Together, he and I plumb the pictures for their stories, and while doing so we discover another childhood similarity. While my parents had teased me with the story of being able to dig through the earth to China, his parents had bedeviled him with a tale of the people on the other side of the world who must walk on their hands so as to not fall from the earth.
“Once, I borrowed my dad’s spade to dig to China,” I tell him. “But it was bigger than I was, so I talked my mother out of a serving spoon. ‘I’m going to China, I told them.'”
“Ah, a very big job for a little girl. Yes?”
“Yes indeed. Impossible. But now you. Here you are. For a long time now in the land where you must walk on your hands. Can you?” I tease him.
The background chatter in Mandarin and English swells: a stream of people are arriving to attend this dinner where funds will be raised in support of the Soong Ching Ling Children’s Foundation of Canada. Our continued exploration of the photo boards reveals a heartening story.
It is not a world war that has threatened the school construction project in China’s northern province of Ning Xia. It is drought conditions, the worst in 60 years. But in the face of hardship so severe that it makes even the purchase of water a construction expense, triumph prevails. As winter approaches, project completion is near, and the education and welfare of these children who face so hostile an environment has been advanced through the joint funding and efforts of people on opposite sides of the earth.

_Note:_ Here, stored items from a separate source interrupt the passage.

package raster

import (
	"errors"
	"fmt"
	"maps"
	"slices"
	"strings"

	"github.com/airbusgeo/godal"

	"bandfold/raster/output"
)

// SurveyLayer is the name of the point layer of a survey GeoPackage.
const SurveyLayer = "survey"

// Point is one sample unit of a survey: its stratum and map class (as
// names), its pixel centre in the map's CRS (X, Y) and in WGS 84 (Lon,
// Lat; 0 without a CRS), its weight (stratum area / stratum sample size)
// and the interpreter's reference label ("" until labelled).
type Point struct {
	ID                int
	Stratum, MapClass string
	X, Y, Lon, Lat    float64
	Weight            float64
	Reference         string
}

// Points is a survey's point layer: the points, the CRS (WKT, "" for none)
// and the layer metadata (strata areas, design, map fingerprint).
type Points struct {
	CRS      string
	Points   []Point
	Metadata map[string]string
}

// ErrNoReference: a survey layer lacks the reference field.
var ErrNoReference = errors.New("has no reference field")

var pointFields = []struct {
	name string
	typ  godal.FieldType
}{
	{"id", godal.FTInt}, {"stratum", godal.FTString}, {"map_class", godal.FTString}, {"x", godal.FTReal}, {"y", godal.FTReal},
	{"lon", godal.FTReal}, {"lat", godal.FTReal}, {"weight", godal.FTReal}, {"reference", godal.FTString},
}

// PixelCentres returns the georeferenced centres of the pixels at the given
// indices (row by row) of g, and their longitude and latitude on WGS 84
// through a GDAL coordinate transformation (zeros without a CRS).
func PixelCentres(g Grid, pixels []int) (xs, ys, lons, lats []float64, err error) {
	n := len(pixels)
	xs, ys, lons, lats = make([]float64, n), make([]float64, n), make([]float64, n), make([]float64, n)
	for i, p := range pixels {
		col, row := float64(p%g.Width)+0.5, float64(p/g.Width)+0.5
		if g.HasGeoTransform {
			xs[i], ys[i] = applyGT(g.GeoTransform, col, row)
		} else {
			xs[i], ys[i] = col, row
		}
	}
	if g.Projection == "" || n == 0 {
		return xs, ys, lons, lats, nil
	}
	copy(lons, xs)
	copy(lats, ys)
	if _, err := toWGS84(g.Projection, lons, lats); err != nil {
		return nil, nil, nil, nil, err
	}
	return xs, ys, lons, lats, nil
}

// WritePoints writes the survey's point layer to a new GeoPackage at path
// through output.File (temporary name, renamed into place by Commit).
func WritePoints(path string, pts *Points, overwrite bool) error {
	f, err := CreatePoints(path, pts, overwrite)
	if err != nil {
		return err
	}
	defer f.Abort()
	return f.Commit()
}

// CreatePoints writes the survey's point layer to the temporary file of a
// new GeoPackage at path and returns it uncommitted: the caller commits it
// when its other outputs are written too, or aborts it.
func CreatePoints(path string, pts *Points, overwrite bool) (_ *output.File, err error) {
	f, err := output.Create(path, overwrite, ".gpkg")
	if err != nil {
		return nil, err
	}
	f.Sidecars("-journal", "-wal", "-shm")
	defer func() {
		if err != nil {
			f.Abort()
		}
	}()
	ds, err := godal.CreateVector(godal.GeoPackage, f.Temp(), errLogger)
	if err != nil {
		return nil, fmt.Errorf("create %s: %w", path, tidy(err))
	}
	if err := writeLayer(ds, pts); err != nil {
		ds.Close(errLogger)
		return nil, fmt.Errorf("write %s: %w", path, tidy(err))
	}
	if err := ds.Close(errLogger); err != nil {
		return nil, fmt.Errorf("write %s: %w", path, tidy(err))
	}
	return f, nil
}

func writeLayer(ds *godal.Dataset, pts *Points) error {
	var sr *godal.SpatialRef
	if pts.CRS != "" {
		var err error
		if sr, err = godal.NewSpatialRefFromWKT(pts.CRS, errLogger); err != nil {
			return fmt.Errorf("read CRS: %w", err)
		}
		defer sr.Close()
	}
	var opts []godal.CreateLayerOption
	for _, f := range pointFields {
		opts = append(opts, godal.NewFieldDefinition(f.name, f.typ))
	}
	layer, err := ds.CreateLayer(SurveyLayer, sr, godal.GTPoint, append(opts, errLogger)...)
	if err != nil {
		return err
	}
	for _, k := range slices.Sorted(maps.Keys(pts.Metadata)) {
		if !strings.HasPrefix(k, "BANDFOLD_") {
			continue // the driver's own items (DESCRIPTION, IDENTIFIER)
		}
		if err := layer.SetMetadata(k, pts.Metadata[k], errLogger); err != nil {
			return err
		}
	}
	if err := ds.StartTransaction(errLogger); err != nil {
		return err
	}
	for _, p := range pts.Points {
		if err := addPoint(layer, sr, p); err != nil {
			return err
		}
	}
	return ds.CommitTransaction(errLogger)
}

func addPoint(layer godal.Layer, sr *godal.SpatialRef, p Point) error {
	geom, err := godal.NewGeometryFromWKT(fmt.Sprintf("POINT (%.17g %.17g)", p.X, p.Y), sr, errLogger)
	if err != nil {
		return err
	}
	defer geom.Close()
	f, err := layer.NewFeature(geom, errLogger)
	if err != nil {
		return err
	}
	defer f.Close()
	fields := f.Fields()
	vals := []any{p.ID, p.Stratum, p.MapClass, p.X, p.Y, p.Lon, p.Lat, p.Weight}
	for i, v := range vals {
		if err := f.SetFieldValue(fields[pointFields[i].name], v, errLogger); err != nil {
			return err
		}
	}
	// Every field is set on every feature, the reference too (empty until
	// labelled): GDAL's GeoPackage driver reuses its UPDATE statement only
	// for features that set the same fields.
	if err := f.SetFieldValue(fields["reference"], p.Reference, errLogger); err != nil {
		return err
	}
	if err := layer.UpdateFeature(f, errLogger); err != nil {
		return fmt.Errorf("point %d: %w", p.ID, err)
	}
	return nil
}

// ReadPoints reads the survey layer of the GeoPackage at path (the layer
// named SurveyLayer, or the only layer): the fields, the CRS and the layer
// metadata. A layer without the reference field is an error wrapping
// ErrNoReference.
func ReadPoints(path string) (*Points, error) {
	ds, err := godal.Open(path, godal.VectorOnly(), errLogger)
	if err != nil {
		return nil, fmt.Errorf("survey %s: %w", path, tidy(err))
	}
	defer ds.Close(errLogger)
	layers := ds.Layers()
	var layer *godal.Layer
	if l := ds.LayerByName(SurveyLayer); l != nil {
		layer = l
	} else if len(layers) == 1 {
		layer = &layers[0]
	} else {
		return nil, fmt.Errorf("survey %s has no layer %q", path, SurveyLayer)
	}
	pts := &Points{Metadata: layer.Metadatas(errLogger)}
	if sr := layer.SpatialRef(); sr != nil {
		pts.CRS, _ = sr.WKT(errLogger)
		sr.Close()
	}
	layer.ResetReading()
	for f := layer.NextFeature(); f != nil; f = layer.NextFeature() {
		p, err := readPoint(f)
		f.Close()
		if err != nil {
			return nil, fmt.Errorf("survey %s: %w", path, err)
		}
		pts.Points = append(pts.Points, p)
	}
	return pts, nil
}

func readPoint(f *godal.Feature) (Point, error) {
	fields := f.Fields()
	for _, pf := range pointFields {
		if _, ok := fields[pf.name]; !ok {
			if pf.name == "reference" {
				return Point{}, ErrNoReference
			}
			return Point{}, fmt.Errorf("has no %s field", pf.name)
		}
	}
	ref := fields["reference"]
	p := Point{ID: int(fields["id"].Int()), Stratum: fields["stratum"].String(), MapClass: fields["map_class"].String(),
		X: fields["x"].Float(), Y: fields["y"].Float(), Lon: fields["lon"].Float(), Lat: fields["lat"].Float(), Weight: fields["weight"].Float()}
	if ref.IsSet() {
		p.Reference = ref.String()
	}
	return p, nil
}
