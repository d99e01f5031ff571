//go:build openblas

package raster

import "bandfold/bands/openblas"

// With the openblas build tag the benchmarks' float64 path (AddPixels)
// runs on OpenBLAS, as the jobs do:
//
//	go test -tags openblas -run XXX -bench Int16Read ./raster
func init() { openblas.Use() }
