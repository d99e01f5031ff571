package raster

import (
	"fmt"
	"math"
	"slices"
	"strconv"
	"strings"
)

// MaskRule says which pixels of a quality mask file (its band 1) are valid.
// With neither Bits nor Values, a pixel is valid where the mask is non-zero.
// With Bits, it is invalid where any of those bits is set; with Values,
// where the mask value lies in one of the ranges. Under every rule, a mask
// pixel that is NaN or equal to the mask band's own nodata value is
// invalid: its quality is unknown.
type MaskRule struct {
	Path string
	// Bits are bit numbers, 0 the least significant, ascending without
	// repeats. They need an integer mask band.
	Bits []int
	// Values are inclusive ranges of mask values (Lo == Hi for one value).
	Values []ValueRange
}

// ValueRange is an inclusive range of mask values.
type ValueRange struct{ Lo, Hi float64 }

// maxValueText bounds the text of one value or range in a value list.
const maxValueText = 100

// maxMaskBit is the highest bit number a bit rule may name.
const maxMaskBit = 63

// ParseMask parses a mask argument: "FILE" (non-zero = valid),
// "FILE:bits=0-4,9" (invalid where any listed bit is set; bits from 0, the
// least significant, to 63), "FILE:values=0,3,8-10" (invalid where the
// value is listed; ranges are inclusive), or a product's quality names:
// "FILE:qa_pixel=fill,cloud,cloud_shadow" for a Landsat Collection 2
// QA_PIXEL band, "FILE:scl=cloud_shadows,cloud_high_probability" for a
// Sentinel-2 Level-2A SCL layer (see qualitynames.go), which stand for the
// bits= and values= rules of the product guides. Only the last ":KEY="
// splits the argument, so paths holding ':' (GDAL's /vsi paths, drive
// letters) keep working. Errors wrap ErrBadSpec.
func ParseMask(spec string) (MaskRule, error) {
	spec = strings.TrimSpace(spec)
	at, key := -1, ""
	for _, k := range []string{"bits", "values", "qa_pixel", "scl"} {
		if i := strings.LastIndex(spec, ":"+k+"="); i > at {
			at, key = i, k
		}
	}
	var r MaskRule
	var err error
	r.Path = spec
	if at >= 0 {
		r.Path = spec[:at]
		list := spec[at+len(key)+2:]
		switch key {
		case "bits":
			r.Bits, err = parseBits(list)
		case "values":
			r.Values, err = parseValues(list)
		default:
			r.Bits, r.Values, err = namedRule(key, list)
		}
	}
	if err != nil {
		return MaskRule{}, fmt.Errorf("mask %q: %w", spec, err)
	}
	if strings.TrimSpace(r.Path) == "" {
		return MaskRule{}, specErr(ErrBadSpec, "mask %q: no file", spec)
	}
	return r, nil
}

func parseBits(list string) ([]int, error) {
	if strings.TrimSpace(list) == "" {
		return nil, specErr(ErrBadSpec, "empty bit list")
	}
	var set uint64
	for _, part := range strings.Split(list, ",") {
		part = strings.TrimSpace(part)
		lo, hi, isRange := strings.Cut(part, "-")
		a, err := parseBit(lo)
		if err != nil {
			return nil, err
		}
		b := a
		if isRange {
			if b, err = parseBit(hi); err != nil {
				return nil, err
			}
			if b < a {
				return nil, specErr(ErrBadSpec, "bit range %s runs backwards", part)
			}
		}
		for n := a; n <= b; n++ {
			set |= 1 << n
		}
	}
	return bitList(set), nil
}

func parseBit(s string) (int, error) {
	s = strings.TrimSpace(s)
	n, err := strconv.Atoi(s)
	if err != nil {
		return 0, specErr(ErrBadSpec, "%q is not a bit number", shorten(s))
	}
	if n < 0 || n > maxMaskBit {
		return 0, specErr(ErrBadSpec, "bit %d out of range (bits count from 0, the least significant, to %d)", n, maxMaskBit)
	}
	return n, nil
}

func bitList(set uint64) []int {
	var out []int
	for n := range maxMaskBit + 1 {
		if set&(1<<n) != 0 {
			out = append(out, n)
		}
	}
	return out
}

func parseValues(list string) ([]ValueRange, error) {
	if strings.TrimSpace(list) == "" {
		return nil, specErr(ErrBadSpec, "empty value list")
	}
	var out []ValueRange
	for _, part := range strings.Split(list, ",") {
		part = strings.TrimSpace(part)
		r, ok := parseValueRange(part)
		if !ok {
			return nil, specErr(ErrBadSpec, "%q is not a number or a range of numbers", shorten(part))
		}
		if r.Hi < r.Lo {
			return nil, specErr(ErrBadSpec, "value range %s runs backwards", part)
		}
		out = append(out, r)
	}
	return out, nil
}

// parseValueRange parses "v" or "lo-hi"; numbers may be negative
// ("-5--3") or have exponents ("1e-3-2"). Parts longer than maxValueText
// are refused (they are no numbers, and each '-' is tried as the split).
func parseValueRange(s string) (ValueRange, bool) {
	if len(s) > maxValueText {
		return ValueRange{}, false
	}
	if v, ok := parseFinite(s); ok {
		return ValueRange{v, v}, true
	}
	for i := 1; i < len(s); i++ {
		if s[i] != '-' {
			continue
		}
		lo, ok1 := parseFinite(strings.TrimSpace(s[:i]))
		hi, ok2 := parseFinite(strings.TrimSpace(s[i+1:]))
		if ok1 && ok2 {
			return ValueRange{lo, hi}, true
		}
	}
	return ValueRange{}, false
}

func parseFinite(s string) (float64, bool) {
	v, err := strconv.ParseFloat(s, 64)
	return v, err == nil && !math.IsNaN(v) && !math.IsInf(v, 0)
}

// String gives the rule back in the form ParseMask reads.
func (r MaskRule) String() string {
	switch {
	case len(r.Bits) > 0:
		var parts []string
		for i := 0; i < len(r.Bits); {
			j := i
			for j+1 < len(r.Bits) && r.Bits[j+1] == r.Bits[j]+1 {
				j++
			}
			if j > i {
				parts = append(parts, fmt.Sprintf("%d-%d", r.Bits[i], r.Bits[j]))
			} else {
				parts = append(parts, strconv.Itoa(r.Bits[i]))
			}
			i = j + 1
		}
		return r.Path + ":bits=" + strings.Join(parts, ",")
	case len(r.Values) > 0:
		parts := make([]string, len(r.Values))
		for i, v := range r.Values {
			parts[i] = ftoa(v.Lo)
			if v.Hi != v.Lo {
				parts[i] += "-" + ftoa(v.Hi)
			}
		}
		return r.Path + ":values=" + strings.Join(parts, ",")
	}
	return r.Path
}

// maskTest is a MaskRule prepared for one mask band.
type maskTest struct {
	bits   uint64 // bits that make a pixel invalid
	width  uint64 // the band's bits: values are two's complement in them
	values []ValueRange
	nodata float64
	hasND  bool
}

// newMaskTest checks rule r against its mask band's data type and nodata
// (from the file itself, before any warp) and prepares it.
func newMaskTest(r MaskRule, dataType string, nodata float64, hasND bool) (maskTest, error) {
	m := maskTest{values: r.Values, nodata: nodata, hasND: hasND && !math.IsNaN(nodata)}
	if isComplex(dataType) {
		return m, complexErr("mask: ", r.Path, 1, dataType)
	}
	if len(r.Bits) == 0 {
		return m, nil
	}
	width := integerBits(dataType)
	if width == 0 {
		return m, specErr(ErrBadSpec, "mask %s: bit rules need an integer band, band 1 is %s", r.Path, dataType)
	}
	exact := width
	if width == 64 {
		exact = 53 // read through float64, exact below 2^53
	}
	for _, b := range r.Bits {
		if b >= exact {
			return m, specErr(ErrBadSpec, "mask %s: bit %d is beyond the %d bits of its %s band 1", r.Path, b, exact, dataType)
		}
		m.bits |= 1 << b
	}
	m.width = math.MaxUint64
	if width < 64 {
		m.width = 1<<width - 1
	}
	return m, nil
}

// valid reports whether mask value v lets its pixel through.
func (m *maskTest) valid(v float64) bool {
	switch {
	case v != v || (m.hasND && v == m.nodata):
		return false
	case m.bits != 0:
		return uint64(int64(v))&m.width&m.bits == 0
	case m.values != nil:
		for _, r := range m.values {
			if v >= r.Lo && v <= r.Hi {
				return false
			}
		}
		return true
	}
	return v != 0
}

// integerBits returns the width of a GDAL integer type, 0 for other types.
func integerBits(dataType string) int {
	switch dataType {
	case "Byte", "Int8":
		return 8
	case "Int16", "UInt16":
		return 16
	case "Int32", "UInt32":
		return 32
	case "Int64", "UInt64":
		return 64
	}
	return 0
}

// maskResampling checks the resampling used to warp masks: masks hold codes,
// which only nearest neighbour and mode keep.
func maskResampling(s string) (string, error) {
	name, err := ParseResampling(s)
	if err != nil {
		return "", fmt.Errorf("mask %w", err)
	}
	if !slices.Contains([]string{"nearest", "mode"}, name) {
		return "", specErr(ErrBadSpec, "mask resampling %s: masks hold codes, warp them with nearest or mode", name)
	}
	return name, nil
}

Lovingly, the Chinese gentleman’s slender fingers trace a photo. Rows of little children are bundled in winter clothing to combat the frigid temperature in their classroom. The cold does not discourage broad smiles for the camera.
“Children are so precious, aren’t they?” I say.
“Precious.” I enunciate the word clearly for him. “It means valuable. Very valuable. Like gold, silver, diamonds. And children are of much greater value than precious metals or gems. Do you agree?”
“Oh yes. Precious. They are very precious. Precious. That is a good word. Thank you for teaching it to me.”
“How do you say it in Mandarin?” I ask.
“I think….,” He ponders. “I think maybe gui…maybe baogui.”
I take a stab at it. “B…ao, bao…gui?” I mess it up. “W-e-l-l, that’s a nice word too…when you say it.” We laugh.
Following one another along, we examine more photographs of the areas served by the school projects. Thankfully, we see where cramped and dingy cave homes have been evacuated for roomier homes of mud and brick construction. Their luxuries include windows, improved sleeping accommodation, and better cooking facilities. The before-and-after pictures of the school projects give me a sense of
money wisely invested. What better investment can there be, than one made in the education of a child? And what better a thank you, than the expressions of gratitude that we read in the translations of letters from the youngsters and their teachers.
“This is good.” I say, tapping a photo of a new school. “Look at the difference.”
“Yes!” His dark eyes twinkle. “Just look what we people who must walk on our hands can do, when we dig to China.”